The recent recognition that evolution occurs on ecological time-scales is transforming biology. Yet recent advances in our understanding of the mechanisms that maintain species diversity assume that species are fixed, and so rarely consider the influence of rapid, dynamic changes in species-level traits on the outcome of species interactions. Therefore, to understand how rapid evolution influences species coexistence we conducted field experiments using a powerful new empirical system based on the world’s smallest flowering plants – duckweeds. Using this system, we manipulated the ability of two competing species (Lemna minor and Spirodela polyrhiza) to coevolve across approximately 15 generations in the field. We did this by regularly replacing competing populations in one treatment using individuals from single-species stock cultures. At multiple time points during the experiment we quantified the extent of evolutionary change in our treatments using molecular genetics.

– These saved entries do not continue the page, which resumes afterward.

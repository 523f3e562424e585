/**
 * A UFF dataset 58 file of FRFs, built by hand from the format's public field layout, for the
 * unit and end-to-end tests.
 */
const pad = (s: string) => s.padEnd(80);

// FRFs of single-degree-of-freedom modes from the handbook formula (receptance of m x'' + c x' +
// k x = F: H(ω) = 1 / (k − mω² + icω); accelerance −ω²·H), written as complex dataset 58 (record 6
// function type 4, record 7 ordinate type 5 = complex single, record 8 abscissa 18 = frequency in
// Hz, record 9 the response, record 10 the force denominator; 6E13.5 a line, real and imaginary
// parts in turn).
export interface Sdof {
	fn: number;
	zeta: number;
	m: number;
}
export const FRF_DF = 0.25;
const DF = FRF_DF;
const LINES = 2049; // 0–512 Hz
export function frfUff(modes: Sdof[], kind: 'receptance' | 'accelerance') {
	const values: number[] = [];
	for (let i = 0; i < LINES; i++) {
		const w = 2 * Math.PI * i * DF;
		let re = 0;
		let im = 0;
		for (const { fn, zeta, m } of modes) {
			const wn = 2 * Math.PI * fn;
			const a = m * wn * wn - m * w * w;
			const b = 2 * zeta * m * wn * w;
			re += a / (a * a + b * b);
			im += -b / (a * a + b * b);
		}
		const s = kind === 'accelerance' ? -w * w : 1;
		values.push(re * s, im * s);
	}
	const rows: string[] = [];
	for (let i = 0; i < values.length; i += 6)
		rows.push(
			values
				.slice(i, i + 6)
				.map((v) => v.toExponential(5).toUpperCase().padStart(13))
				.join('')
		);
	return [
		'    -1',
		'    58',
		pad('Bearing housing, vertical'),
		pad('NONE'),
		pad('02-DEC-26 10:15:00'),
		pad('NONE'),
		pad('NONE'),
		'    4         1    0         0 NONE             101   3 NONE               1   3',
		`         5${String(LINES).padStart(10)}         1  0.00000E+00${DF.toExponential(5).toUpperCase().padStart(13)}  0.00000E+00`,
		'        18    0    0    0 Frequency            Hz                  ',
		kind === 'accelerance'
			? '        12    0    0    0 Acceleration         m/s^2               '
			: '         8    0    0    0 Displacement         m                   ',
		'        13    0    0    0 Force                N                   ',
		'         0    0    0    0 NONE                 NONE                ',
		...rows,
		'    -1'
	].join('\n');
}
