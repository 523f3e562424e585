/**
 * A test-only server entry: the built app with a fault armed in its push path, for the tests that
 * kill or break the server mid-batch. Production starts `node build`, which never installs a probe.
 *
 * DETUNE_FAULT=hold@N  — at item N of the first batch that has one, with the items before it
 *                        written but not committed, say so on stdout and block (a test kills us)
 * DETUNE_FAULT=fail@N  — throw before item N of the first batch that has one
 * DETUNE_FAULT=fail-after-insert@N — throw at item N after its check row was inserted
 * Each fault fires once.
 */
import { resolve } from 'node:path';
import { pathToFileURL } from 'node:url';

const [kind, at] = (process.env.DETUNE_FAULT ?? '').split('@');
let armed = Boolean(kind);
/** @type {Record<symbol, unknown>} */ (/** @type {unknown} */ (globalThis))[
	Symbol.for('detune.pushProbe')
] = (/** @type {{ item: number, phase: string }} */ { item, phase }) => {
	if (!armed || item !== Number(at)) return;
	const wanted = kind === 'fail-after-insert' ? 'after-insert' : 'before-item';
	if (phase !== wanted) return;
	armed = false;
	if (kind === 'hold') {
		console.log(`[detune] test fault: batch held open at item ${item}`);
		Atomics.wait(new Int32Array(new SharedArrayBuffer(4)), 0, 0, 60_000);
	} else throw new Error(`fault injected at item ${item} (${phase})`);
};

await import(pathToFileURL(resolve('build/index.js')).href);
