/**
 * How every test and benchmark starts Debian's chromium: its executable (never a downloaded
 * browser) and the flags this closed network needs (../shared/toolchain.md).
 */
export const CHROMIUM = '/usr/bin/chromium';
export const CHROMIUM_ARGS = [
	'--headless',
	'--no-sandbox',
	'--disable-gpu',
	'--disable-quic',
	'--no-first-run',
	'--disable-background-networking',
	'--disable-component-update',
	'--disable-sync'
];

/** Chromium's fake audio input playing `wav` (looped, or once), its permission prompt answered yes. */
export const fakeAudioInputArgs = (wav: string, loop: boolean) => [
	'--use-fake-device-for-media-stream',
	'--use-fake-ui-for-media-stream',
	`--use-file-for-fake-audio-capture=${wav}${loop ? '' : '%noloop'}`
];
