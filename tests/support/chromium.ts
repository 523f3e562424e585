/**
 * How every test and benchmark starts Debian's chromium: its executable (never a downloaded
 * browser) and the flags this closed network needs (../shared/toolchain.md).
 */
export const CHROMIUM = '/usr/bin/chromium';
export const CHROMIUM_ARGS = [
	'--headless',
	'--no-sandbox',
	'--disable-gpu',
	'--disable-quic',
	'--no-first-run',
	'--disable-background-networking',
	'--disable-component-update',
	'--disable-sync'
];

We then quantified the influence of rapid evolution on the outcome of the competitive interaction by comparing the trajectories of the competing populations in the presence vs. absence of coevolution. Finally, to identify the mechanistic basis of the effects on dynamics, we parameterized models of competitive population dynamics to quantify changes to niche and fitness differences caused by coevolution.
Results/Conclusions
Our results demonstrate that coevolution alters the strength of coexistence on ecological timescales. There were significant differences in the trajectories of the competing species – and a reversal in relative abundance – when the species could coevolve. Most of these effects occurred because of evolutionary change in one species, L. minor. Without coevolution, this species came to be dominated by two genotypes, whereas in the presence of coevolution this species had high genotypic evenness. This result alone suggests a role for coevolution in the maintenance of genetic diversity. However, the effects of coevolution on L. minor caused its population size to decline in relative abundance. Indeed, while coevolution caused L. minor to double its low-density growth rate, concomitant increases in L. minor’s sensitivity to intra- and interspecific competition fully negated any benefits of evolution for its interspecific competitive ability. Ultimately, coevolution created a net advantage for the previously inferior competitor because of changes in average fitness differences. Our results provide rare experimental support for the role of rapid evolution in driving the outcome of competition in the field and suggest that understanding the maintenance of species diversity will require an explicit accounting for the effects of rapid evolution.